Gaguejei para comigo mesmo. Caramba, ou crocodilos ou piratas. A vida aqui não é fácil. Para não falar nos americanos. Ou franceses.
Mas era verdade. Ainda hoje aquelas águas estão infestadas de piratas que atacam sem piedade veleiros e iates particulares, até com casos de extermínio de todos, tripulação e passageiros.
Acordámos com a banhoca que não faria sentido evitar, no mar, claro, teríamos muito tempo no hotel para a higiene.
Depois veio a visita à ilha de Quan Lạn, famosa pelo seu templo do mesmo nome. Na verdade a ilha é que tomou o nome do templo.
Tratava-se de um templo pequeno e térreo. As razões da sua fama prendiam-se mais com a devoção e, claro, os milagres que aí tiveram lugar.
Foi bom desentorpecer as pernas e deambular um pouco pelas ruas, poucas e pequenas, vendo o pobre comércio.
Acabámos por almoçar na esplanada de uma tasca rústica com um menu de prato único encomendado pelo comandante, prato esse que tivemos a possibilidade de escolher, claro. Ou esse, ou fomeca. Mas estava bom, com massa de fitas e peixe, muito condimentado, mas eu e o meu filhote estávamos já habituados a essas aventuras gastronómicas.
E mais ilhotas calcárias que misteriosamente emergiam do mar, verdejantes de vegetação, umas atrás das outras, numa visão própria de sonho.
Porém, com desconfiança, sempre ia dando uma vista de olhos nos muitos barcos e barquinhos que estavam por ali. Piratas?
A Baía de Há Long era uma zona de mar, parte do Mar da China, com o Vietname de um lado e a ilha de Hainan (Hainão), chinesa, do outro. Esta configuração oferecia uma reentrância protegida pelos dois países.
Mas sendo protegida, como explicar a presença daqueles fora da lei?
A questão está aí. Temos sempre a tendência para considerar os outros à nossa imagem. Vemos comunidades organizadas, com os mesmos elementos que nós, com os seus órgãos de governo e instituições e imaginamos que elas funcionam da mesma forma como aquelas que conhecemos. Mas não.
A margem de autonomia, por exemplo, entre os governos locais e o central é tão grande que alguns, como na China, estão à margem da lei e procedem como desejam e, em muitos casos, em proveito dos seus líderes.
É muito famoso o caso do enorme petroleiro (não era um barquinho de recreio) que foi capturado em águas internacionais e depois identificado num porto do sul da China.
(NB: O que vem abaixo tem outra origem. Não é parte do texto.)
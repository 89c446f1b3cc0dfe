"""Entries of a notebook: what each kind holds, and the chain of hashes that shows any later change.

An entry's SHA-256 covers its own content and the hash of the entry before it, so an entry cannot be altered, removed
or put in between without every later hash failing. The chain shows honest mistakes and casual edits; it is no
signature: who can rewrite the whole store can also compute a whole new chain.
"""

from __future__ import annotations

from collections.abc import Iterable
from dataclasses import dataclass
from datetime import UTC, datetime
from typing import Any

from .text import InvalidText, canonical, clean_line, clean_note, sha256

ENTRY_FORMAT = "sumwright-entry/1"
FIRST = "0" * 64  # the forerunner of the first entry
KINDS = ("note", "frozen", "readings", "capture", "decision", "correction")
BODY_MOST = 8_000_000  # bytes of one entry's content, as JSON

_KEYS = {
    "note": {"text"},
    "decision": {"text"},
    "correction": {"text", "of"},
    "frozen": {"title", "design", "unplugged", "results", "checks"},
    "readings": {"title", "csv", "fit"},
    "capture": {"title", "csv", "about"},
}
_NEEDED = {
    "note": {"text"},
    "decision": {"text"},
    "correction": {"text", "of"},
    "frozen": {"title", "design"},
    "readings": {"title", "csv"},
    "capture": {"title", "csv"},
}


@dataclass(frozen=True, slots=True)
class Entry:
    """One line of the log; `at` is UTC in ISO 8601 with microseconds, `sheet` None when it is of the whole notebook."""

    number: int
    kind: str
    at: str
    author: str
    sheet: int | None
    body: dict[str, Any]
    previous: str
    sha256: str

    def as_dict(self) -> dict[str, Any]:
        return {name: getattr(self, name) for name in self.__slots__}

    @property
    def summary(self) -> str:
        """One line for lists: the title, or the first line of the text."""
        if self.kind in ("note", "decision"):
            return first_line(self.body["text"])
        if self.kind == "correction":
            return f"of entry {self.body['of']}: {first_line(self.body['text'])}"
        return str(self.body["title"])


@dataclass(frozen=True, slots=True)
class Flaw:
    """Where a chain breaks: the entry's number and one sentence."""

    number: int
    why: str


def first_line(text: str, most: int = 120) -> str:
    """The first line that is not blank, shortened with an ellipsis."""
    line = next((line.strip() for line in text.splitlines() if line.strip()), "")
    return line if len(line) <= most else line[: most - 1].rstrip() + "…"


def utc_now() -> str:
    """Now in UTC, ISO 8601, microseconds and `Z`: texts in this form sort as the times do."""
    return datetime.now(UTC).isoformat(timespec="microseconds").replace("+00:00", "Z")


def checked_body(kind: str, body: dict[str, Any]) -> dict[str, Any]:
    """The content of an entry of that kind, its texts cleaned; InvalidText says what does not belong."""
    if kind not in KINDS:
        raise InvalidText(f"An entry's kind is one of {', '.join(KINDS)}; it is {kind!r}.")
    if not isinstance(body, dict):
        raise InvalidText(f"The content of an entry must be an object; it is {type(body).__name__}.")
    for key in sorted(map(str, body.keys() - _KEYS[kind])):
        raise InvalidText(f"An entry of kind {kind} holds {', '.join(sorted(_KEYS[kind]))}; {key!r} is none of them.")
    for key in sorted(_NEEDED[kind] - body.keys()):
        raise InvalidText(f"An entry of kind {kind} needs {key!r}.")
    clean = dict(body)
    if "text" in clean:
        clean["text"] = clean_note(f"The {kind}", clean["text"])
    if "title" in clean:
        clean["title"] = clean_line(f"The title of the {kind}", clean["title"])
    if "csv" in clean:
        clean["csv"] = clean_note(f"The table of the {kind}", clean["csv"], most=BODY_MOST)
    if kind == "correction" and (type(clean["of"]) is not int or clean["of"] < 1):
        raise InvalidText(f"A correction names the entry it corrects by its number; it names {clean['of']!r}.")
    for key in ("design", "results", "fit", "about"):
        if clean.get(key) is not None and not isinstance(clean[key], dict):
            raise InvalidText(f"{key} of an entry of kind {kind} must be an object; it is {type(clean[key]).__name__}.")
    try:
        size = len(canonical(clean).encode("utf-8"))
    except (ValueError, TypeError, RecursionError) as error:
        raise InvalidText(f"The content of the {kind} cannot be written as JSON: {error}.") from None
    if size > BODY_MOST:
        raise InvalidText(f"The content of the {kind} has {size} bytes; at most {BODY_MOST} are kept.")
    return clean


def entry_hash(origin: str, entry: Entry) -> str:
    """SHA-256 over the entry's content, its forerunner's hash and the notebook it was first written in."""
    return sha256(
        canonical(
            {
                "format": ENTRY_FORMAT,
                "notebook": origin,
                "number": entry.number,
                "kind": entry.kind,
                "at": entry.at,
                "author": entry.author,
                "sheet": entry.sheet,
                "body": entry.body,
                "previous": entry.previous,
            }
        )
    )


def make_entry(
    origin: str, previous: Entry | None, kind: str, body: dict[str, Any], author: str, sheet: int | None, at: str
) -> Entry:
    """The entry that follows `previous` (None: the first), hashed."""
    number = 1 if previous is None else previous.number + 1
    draft = Entry(number, kind, at, author, sheet, body, FIRST if previous is None else previous.sha256, "")
    return Entry(number, kind, at, author, sheet, body, draft.previous, entry_hash(origin, draft))


def flaws(origin: str, entries: Iterable[Entry]) -> list[Flaw]:
    """Every place where the chain does not hold, in order; empty when it does."""
    found = []
    previous, expected = FIRST, 1
    for entry in entries:
        if entry.number != expected:
            found.append(Flaw(entry.number, f"entry {expected} is missing: the next one found is {entry.number}"))
        if entry.previous != previous:
            found.append(Flaw(entry.number, f"entry {entry.number} does not follow the one before it"))
        if entry_hash(origin, entry) != entry.sha256:
            found.append(Flaw(entry.number, f"entry {entry.number} was changed after it was written"))
        previous, expected = entry.sha256, entry.number + 1
    return found


def decisions_of(entries: Iterable[Entry]) -> list[tuple[str, str, str, str]]:
    """Decisions and what corrected them, in order, as a report lists them: time, author, text, which entry."""
    listed: set[int] = set()
    found = []
    for entry in entries:
        if entry.kind == "decision":
            which = f"entry {entry.number}"
        elif entry.kind == "correction" and entry.body["of"] in listed:
            which = f"entry {entry.number}, corrects entry {entry.body['of']}"
        else:
            continue
        listed.add(entry.number)
        found.append((f"{entry.at[:16].replace('T', ' ')} UTC", entry.author, entry.body["text"], which))
    return found


def words_of(kind: str, author: str, body: dict[str, Any]) -> str:
    """What a search looks through: text, title, people, signals and parts, folded for comparison without case."""
    design = body.get("design") or {}
    parts = [kind, author, str(body.get("text", "")), str(body.get("title", ""))]
    if isinstance(design, dict):
        parts.append(str(design.get("title", "")))
        signals = design.get("signals")
        parts += [str(s.get("name", "")) for s in signals if isinstance(s, dict)] if isinstance(signals, list) else []
        op_amp = design.get("op_amp")
        parts.append(str(op_amp.get("name", "")) if isinstance(op_amp, dict) else "")
        resistor = design.get("resistor")
        parts.append(str(resistor.get("series", "")) if isinstance(resistor, dict) else "")
    return fold(" ".join(part for part in parts if part))[:200_000]


def fold(text: str) -> str:
    """Text for comparison without case, one blank between words."""
    return " ".join(text.casefold().split())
Nem se deram ao trabalho de pintar o nome ou substituir as boias que o identificavam.
O mar alto, ainda é terra de ninguém e sem grande controlo.
Por tudo isto, encostado à amurada, já no caminho de regresso, não deixava de olhar as outras embarcações com desconfiança e muita precaução. Não sei porquê, defendia-me à dentada?
Entretanto o capitão aproximou-se e perguntou: mais um último mergulho?
Para o diabo com a piratagem!
O Vietname era, para mim, uma incógnita, até à leitura desta crónica. Agora, já lhe começo a vislumbrar as belas paisagens e a grande cultura de um povo resistente, que o olhar perscrutador do cronista nos revela.